(WHAT YOU ARE ASKED TO DO) Print, in exact form, the lines below from the one containing "assert cv2.imwrite(str(path), img)" through the one containing "cv2.imwrite(str(path), _random_image(16, shape=(17, 300)))", and omit all others.

(PROVIDED RECORDS)
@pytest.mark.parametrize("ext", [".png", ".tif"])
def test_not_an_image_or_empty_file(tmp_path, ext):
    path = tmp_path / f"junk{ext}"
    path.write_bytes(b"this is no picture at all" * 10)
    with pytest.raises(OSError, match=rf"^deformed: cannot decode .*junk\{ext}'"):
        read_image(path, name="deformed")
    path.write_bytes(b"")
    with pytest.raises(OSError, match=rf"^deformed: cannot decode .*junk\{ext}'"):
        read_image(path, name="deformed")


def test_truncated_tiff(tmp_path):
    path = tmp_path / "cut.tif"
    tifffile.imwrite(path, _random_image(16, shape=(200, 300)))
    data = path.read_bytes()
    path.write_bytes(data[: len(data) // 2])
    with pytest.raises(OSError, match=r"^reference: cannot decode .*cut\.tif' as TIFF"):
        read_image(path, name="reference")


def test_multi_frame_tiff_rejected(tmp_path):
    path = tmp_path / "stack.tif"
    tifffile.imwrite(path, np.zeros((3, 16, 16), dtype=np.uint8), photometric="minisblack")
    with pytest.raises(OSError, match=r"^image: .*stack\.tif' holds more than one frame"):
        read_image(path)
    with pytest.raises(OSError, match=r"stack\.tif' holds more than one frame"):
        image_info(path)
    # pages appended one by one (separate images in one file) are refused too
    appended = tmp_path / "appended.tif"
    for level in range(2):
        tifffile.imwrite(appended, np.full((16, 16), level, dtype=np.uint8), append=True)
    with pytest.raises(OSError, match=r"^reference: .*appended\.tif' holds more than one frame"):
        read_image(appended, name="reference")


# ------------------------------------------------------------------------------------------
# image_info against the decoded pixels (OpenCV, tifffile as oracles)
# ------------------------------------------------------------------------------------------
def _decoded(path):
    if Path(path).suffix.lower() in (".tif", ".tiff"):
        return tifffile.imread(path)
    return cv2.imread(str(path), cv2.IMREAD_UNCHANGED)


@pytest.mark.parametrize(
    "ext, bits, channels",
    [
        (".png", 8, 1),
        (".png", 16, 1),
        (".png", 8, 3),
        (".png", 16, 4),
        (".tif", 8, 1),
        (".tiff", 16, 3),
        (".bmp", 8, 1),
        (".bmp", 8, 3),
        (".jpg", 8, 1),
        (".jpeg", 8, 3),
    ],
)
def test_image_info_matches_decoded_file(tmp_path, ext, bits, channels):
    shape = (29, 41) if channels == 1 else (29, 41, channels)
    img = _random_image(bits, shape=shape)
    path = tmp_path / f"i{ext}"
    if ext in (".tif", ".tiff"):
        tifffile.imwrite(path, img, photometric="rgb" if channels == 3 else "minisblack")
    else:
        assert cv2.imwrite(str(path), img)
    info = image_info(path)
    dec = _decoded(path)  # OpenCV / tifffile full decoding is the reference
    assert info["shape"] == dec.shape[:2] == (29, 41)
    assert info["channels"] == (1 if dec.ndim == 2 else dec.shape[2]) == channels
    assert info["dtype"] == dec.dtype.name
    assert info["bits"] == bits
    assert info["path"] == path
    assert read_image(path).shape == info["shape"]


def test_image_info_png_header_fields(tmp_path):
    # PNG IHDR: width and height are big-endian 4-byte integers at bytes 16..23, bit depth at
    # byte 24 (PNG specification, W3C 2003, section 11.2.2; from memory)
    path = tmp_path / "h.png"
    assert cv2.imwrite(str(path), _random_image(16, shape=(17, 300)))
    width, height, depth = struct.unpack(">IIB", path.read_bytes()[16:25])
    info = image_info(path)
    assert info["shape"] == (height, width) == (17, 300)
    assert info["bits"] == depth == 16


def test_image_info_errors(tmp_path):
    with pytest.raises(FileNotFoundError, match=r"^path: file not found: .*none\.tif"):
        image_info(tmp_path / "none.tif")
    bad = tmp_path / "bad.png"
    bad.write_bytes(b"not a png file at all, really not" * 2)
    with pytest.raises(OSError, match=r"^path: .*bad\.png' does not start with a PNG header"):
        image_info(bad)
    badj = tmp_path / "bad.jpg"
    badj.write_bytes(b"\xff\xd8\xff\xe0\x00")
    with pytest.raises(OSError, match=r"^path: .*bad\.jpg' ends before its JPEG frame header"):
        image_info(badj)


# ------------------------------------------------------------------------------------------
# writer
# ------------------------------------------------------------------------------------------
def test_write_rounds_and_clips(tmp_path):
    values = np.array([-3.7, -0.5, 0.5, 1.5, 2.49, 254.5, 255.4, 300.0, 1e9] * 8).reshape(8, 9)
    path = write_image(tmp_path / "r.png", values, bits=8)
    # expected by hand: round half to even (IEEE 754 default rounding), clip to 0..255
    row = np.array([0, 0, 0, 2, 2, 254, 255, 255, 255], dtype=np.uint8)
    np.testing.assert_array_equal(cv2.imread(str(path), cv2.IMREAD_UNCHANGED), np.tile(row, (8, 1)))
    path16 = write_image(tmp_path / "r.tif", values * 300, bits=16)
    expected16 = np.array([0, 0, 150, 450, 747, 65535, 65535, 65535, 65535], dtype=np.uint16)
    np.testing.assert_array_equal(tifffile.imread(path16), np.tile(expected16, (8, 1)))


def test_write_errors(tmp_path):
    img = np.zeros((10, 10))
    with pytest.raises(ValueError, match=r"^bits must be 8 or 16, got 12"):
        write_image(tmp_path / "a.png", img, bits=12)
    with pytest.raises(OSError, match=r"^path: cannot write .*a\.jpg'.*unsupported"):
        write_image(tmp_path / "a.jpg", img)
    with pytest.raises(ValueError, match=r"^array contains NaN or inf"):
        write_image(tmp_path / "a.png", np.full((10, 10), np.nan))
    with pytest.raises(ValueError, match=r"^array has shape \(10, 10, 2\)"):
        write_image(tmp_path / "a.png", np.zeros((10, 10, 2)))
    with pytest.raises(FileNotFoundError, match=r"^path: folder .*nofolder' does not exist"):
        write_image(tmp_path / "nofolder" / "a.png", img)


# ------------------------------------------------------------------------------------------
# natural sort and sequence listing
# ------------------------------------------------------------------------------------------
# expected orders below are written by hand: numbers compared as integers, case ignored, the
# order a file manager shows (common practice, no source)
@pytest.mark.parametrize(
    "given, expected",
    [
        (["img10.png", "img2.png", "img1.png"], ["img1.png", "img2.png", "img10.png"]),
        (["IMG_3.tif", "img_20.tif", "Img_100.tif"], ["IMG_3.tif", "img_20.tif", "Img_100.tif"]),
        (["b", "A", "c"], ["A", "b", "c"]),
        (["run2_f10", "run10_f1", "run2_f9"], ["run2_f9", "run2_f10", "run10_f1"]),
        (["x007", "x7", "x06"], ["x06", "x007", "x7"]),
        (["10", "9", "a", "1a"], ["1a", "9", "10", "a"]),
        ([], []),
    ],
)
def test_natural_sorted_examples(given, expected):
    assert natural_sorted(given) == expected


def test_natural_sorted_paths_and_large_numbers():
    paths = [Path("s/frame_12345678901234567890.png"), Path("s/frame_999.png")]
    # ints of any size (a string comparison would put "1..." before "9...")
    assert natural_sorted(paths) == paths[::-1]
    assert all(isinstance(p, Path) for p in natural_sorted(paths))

(RESULT)
        assert cv2.imwrite(str(path), img)
    info = image_info(path)
    dec = _decoded(path)  # OpenCV / tifffile full decoding is the reference
    assert info["shape"] == dec.shape[:2] == (29, 41)
    assert info["channels"] == (1 if dec.ndim == 2 else dec.shape[2]) == channels
    assert info["dtype"] == dec.dtype.name
    assert info["bits"] == bits
    assert info["path"] == path
    assert read_image(path).shape == info["shape"]


def test_image_info_png_header_fields(tmp_path):
    # PNG IHDR: width and height are big-endian 4-byte integers at bytes 16..23, bit depth at
    # byte 24 (PNG specification, W3C 2003, section 11.2.2; from memory)
    path = tmp_path / "h.png"
    assert cv2.imwrite(str(path), _random_image(16, shape=(17, 300)))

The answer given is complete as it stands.